Dr. Volkan, as a psychiatrist and psychoanalyst of Turkish-Cypriot origins, who has lived and worked in the United States since 1957, is ideally suited for this work. Yet Dr. Volkan describes candidly in this book the profound questions of personal identity which he had to confront in the course of his investigations. I shall not anticipate for the reader what he tells of so candidly in the pages that follow. Dr. Volkan writes of the kinds of struggles that any investigator must confront who exposes himself to the psychological forces that dominate the conflicts between ethnic groups.

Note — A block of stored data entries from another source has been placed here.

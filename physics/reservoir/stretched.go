package reservoir

// Stretched is a body whose curves are those of Body with both end saturations moved: kr
// keeps its values over the part of the way between the ends, and By > 0 is the new
// distance of the ends over the old.
//
// In terms of that part of the way the flood is the same, with By times as much to be
// displaced. So all volumes, and the clock at which they have passed, are By times those of
// Body, and the rates at those clocks are the same:
//
//	Q(By x) = By Q0(x),  dQ/dclock = dQ0/dx
//
// This is exact. Bodies that start equally far along their curves share one Body so.
//
// Source: Buckley & Leverett (1942), whose equation holds the saturation by its slope only;
// normalising kr by the end points is common practice, no source.
type Stretched struct {
	Body Body
	By   float64
}

var _ Body = Stretched{}

// At implements Body.
func (s Stretched) At(clock float64) Outflow {
	o := s.Body.At(clock / s.By)
	o.Injected, o.Oil, o.Held = o.Injected*s.By, o.Oil*s.By, o.Held*s.By
	return o
}

// Breakthrough implements Body.
func (s Stretched) Breakthrough() float64 { return s.Body.Breakthrough() * s.By }
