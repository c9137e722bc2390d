package reservoir

import (
	"math"
	"sort"

	"brinefront/physics/displace"
	"brinefront/physics/fracflow"
	"brinefront/physics/numeric"
)

// How the changing resistance is integrated.
//
// With J(xi) = int_0^xi dxi/lt(S(xi)), the resistance after Q pore volumes is
// R(Q) = Q J(1/Q), and by parts
//
//	T(Q) = int_0^Q R dQ = Q^2 J(1/Q)/2 + K(Q)/2,   K(Q) = int_0^Q dQ/lt(S_out(Q)),
//
// because d(Q^2 J/2)/dQ = R - 1/(2 lt(S_out)). Where the state is constant both J and K
// are straight lines. In a fan xi = f'(S) and Q = 1/f'(S), and by parts again
//
//	int dxi/lt = [xi/lt] + int f' lt'/lt^2 dS,   int dQ/lt = [Q/lt] + int (1/f') lt'/lt^2 dS,
//
// so that no second derivative of f is ever needed. The panels are the cells of the
// displacement's path, graded to the ends of each fan, each with one Gauss-Legendre
// rule; J is summed from the inlet outwards and K from the outlet inwards, once. A
// query looks up its cell and adds one short panel.
//
// Nothing is lost at the inlet, where Q is infinite: the cell there is only ever
// entered from its outer side.

// resistance holds J, K and T at the nodes of the path.
type resistance struct {
	flow    fracflow.Flow
	d       *displace.Displacement
	nodes   []displace.Node
	j, k, t []float64
	ahead   float64 // 1/lt of the initial state
	face    float64 // 1/lt of the inlet face: R at Q = infinity
	least   float64 // a lower bound of R
}

func newResistance(flow fracflow.Flow, d *displace.Displacement) resistance {
	nodes := d.Path()
	n := len(nodes)
	r := resistance{flow: flow, d: d, nodes: nodes, j: make([]float64, n), k: make([]float64, n), t: make([]float64, n)}
	s, _ := d.InletFace()
	r.ahead, r.face = r.drag(d.Initial()), r.drag(s)
	r.least = math.Min(r.ahead, r.face)
	for i, b := range nodes {
		r.least = math.Min(r.least, r.drag(b.S))
		if i == 0 {
			r.j[0] = b.Xi * r.face
			continue
		}
		r.j[i] = r.j[i-1] + r.placePanel(nodes[i-1], b)
	}
	r.least /= 2 // between nodes lt may be a little larger than at them
	for i := n - 1; i >= 0; i-- {
		q := 1 / nodes[i].Xi
		if i == n-1 {
			r.k[i] = q * r.ahead
		} else {
			r.k[i] = r.k[i+1] + r.volumePanel(nodes[i+1], nodes[i], nodes[i].S)
		}
		r.t[i] = math.Inf(1)
		if !math.IsInf(q, 1) {
			r.t[i] = (q*q*r.j[i] + r.k[i]) / 2
		}
	}
	return r
}

// drag is 1/lt.
func (r *resistance) drag(s float64) float64 {
	lt, _ := r.flow.Mobility(s)
	return 1 / lt
}

// placePanel is int dxi/lt from node a outwards to b.
func (r *resistance) placePanel(a, b displace.Node) float64 {
	switch {
	case a.Xi == b.Xi:
		return 0
	case a.S == b.S:
		return (b.Xi - a.Xi) * r.drag(a.S)
	}
	return b.Xi*r.drag(b.S) - a.Xi*r.drag(a.S) + r.gauss(a.S, b.S, func(v float64) float64 { return v })
}

// volumePanel is int dQ/lt from node b inwards to a. Towards an inlet face of speed 0
// the integrand grows like a power of the distance from the saturation at end, so the
// panel is halved in that distance.
func (r *resistance) volumePanel(b, a displace.Node, end float64) float64 {
	switch {
	case a.Xi == b.Xi:
		return 0
	case a.Xi == 0:
		return math.Inf(1)
	case a.S == b.S:
		return (1/a.Xi - 1/b.Xi) * r.drag(a.S)
	}
	sum := r.drag(a.S)/a.Xi - r.drag(b.S)/b.Xi
	from, to := b.S-end, a.S-end
	for ; to != 0 && from/to > 2; from /= 2 {
		sum += r.gauss(end+from, end+from/2, func(v float64) float64 { return 1 / v })
	}
	return sum + r.gauss(end+from, a.S, func(v float64) float64 { return 1 / v })
}

// gauss is int weight(f') lt'/lt^2 dS by the eight-point Gauss-Legendre rule.
func (r *resistance) gauss(a, b float64, weight func(v float64) float64) float64 {
	half, mid := (b-a)/2, (a+b)/2
	var sum float64
	for i, x := range gaussX {
		for _, s := range [2]float64{mid - half*x, mid + half*x} {
			_, v, lt, slope := r.flow.Full(s)
			sum += gaussW[i] * weight(v) * slope / (lt * lt)
		}
	}
	return sum * half
}

// Abscissae and weights of the eight-point Gauss-Legendre rule: Abramowitz & Stegun
// (1964), table 25.4.
var (
	gaussX = [4]float64{0.183434642495649805, 0.525532409916328986, 0.796666477413626740, 0.960289856497536232}
	gaussW = [4]float64{0.362683783378361983, 0.313706645877887287, 0.222381034453374471, 0.101228536290376259}
)

// cell returns the index of the first node at xi or beyond.
func (r *resistance) cell(xi float64) int {
	return sort.Search(len(r.nodes), func(i int) bool { return r.nodes[i].Xi >= xi })
}

// at returns R and T after q pore volumes.
func (r *resistance) at(q float64) (now, spent float64) {
	if q <= 0 {
		return r.ahead, 0
	}
	if math.IsInf(q, 1) {
		return r.face, q
	}
	xi := 1 / q
	i := r.cell(xi)
	if i < len(r.nodes) && r.nodes[i].Xi == xi {
		return q * r.j[i], r.t[i]
	}
	if line, ok := r.line(i); ok {
		return line.bend*q + line.slope, (line.bend*q/2+line.slope)*q + line.offset
	}
	a, b := r.nodes[i-1], r.nodes[i]
	here := displace.Node{S: r.d.Saturation(xi), Xi: xi}
	j := r.j[i-1] + r.placePanel(a, here)
	k := r.k[i] + r.volumePanel(b, here, a.S)
	return q * j, (q*q*j + k) / 2
}

// line is T(Q) = bend Q^2/2 + slope Q + offset, where a constant state is at the outlet.
type line struct{ bend, slope, offset float64 }

// line describes T while the cell that ends at node i is at the outlet; ok is false in a fan.
func (r *resistance) line(i int) (line, bool) {
	n := len(r.nodes)
	switch {
	case n == 0:
		return line{0, r.ahead, 0}, true
	case i == n:
		last := r.nodes[n-1]
		return line{r.j[n-1] - last.Xi*r.ahead, r.ahead, 0}, true
	case i == 0:
		first := r.nodes[0]
		return line{0, r.face, (r.k[0] - r.face/first.Xi) / 2}, true
	case r.nodes[i-1].S != r.nodes[i].S:
		return line{}, false
	}
	a, b := r.nodes[i-1], r.nodes[i]
	drag := r.drag(a.S)
	return line{r.j[i-1] - a.Xi*drag, drag, (r.k[i] - drag/b.Xi) / 2}, true
}

// pvi is the inverse of T.
func (r *resistance) pvi(spent float64) float64 {
	// T falls along the nodes; i is the first whose T is below, or equal.
	i := sort.Search(len(r.nodes), func(i int) bool { return r.t[i] <= spent })
	if i < len(r.nodes) && r.t[i] == spent {
		return 1 / r.nodes[i].Xi
	}
	if line, ok := r.line(i); ok {
		// The root of bend Q^2/2 + slope Q = T that has no cancellation for bend of either sign.
		left := spent - line.offset
		return 2 * left / (line.slope + math.Sqrt(math.Max(0, line.slope*line.slope+2*line.bend*left)))
	}
	low := 1 / r.nodes[i].Xi
	high := 1 / r.nodes[i-1].Xi
	if math.IsInf(high, 1) {
		high = low + (spent-r.t[i])/r.least
	}
	excess := func(q float64) float64 {
		_, t := r.at(q)
		return t - spent
	}
	return numeric.Zero(excess, low, high, excess(low), excess(high))
}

Finally, there is a problem, which may be unique to the psychology of political conflict, especially of international conflict, that deserves to be mentioned. One is dealing here with critical matters that involve the lives of great numbers of people. The psychologist's role, however modest -- and it is vital that he recognize the limits of that role -- may expose him to issues of great moment. He may, as was necessary for Dr. Volkan in this work, to have discussions with world leaders or other decision makers. This type of activity can easily threaten the balance or orientation of the investigator, who may be unaccustomed in his usual clinical or administrative work to functioning in the midst of such heady matters. Personal psychoanalysis or other efforts at deep self-knowledge do not generally provide by themselves sufficient awareness or mastery of the areas of narcissism or unconscious grandiosity which may be stimulated by work in the field of international relations. Dr. Volkan's evident grace, the tact and humility with which he moves from a discussion of meetings with Cypriot and Turkish leaders to a detached application of psychoanalytic theoretical concepts, makes this exacting work seem much easier than it really is. I know of no clinical work in which the injunction to know one-self is so compelling.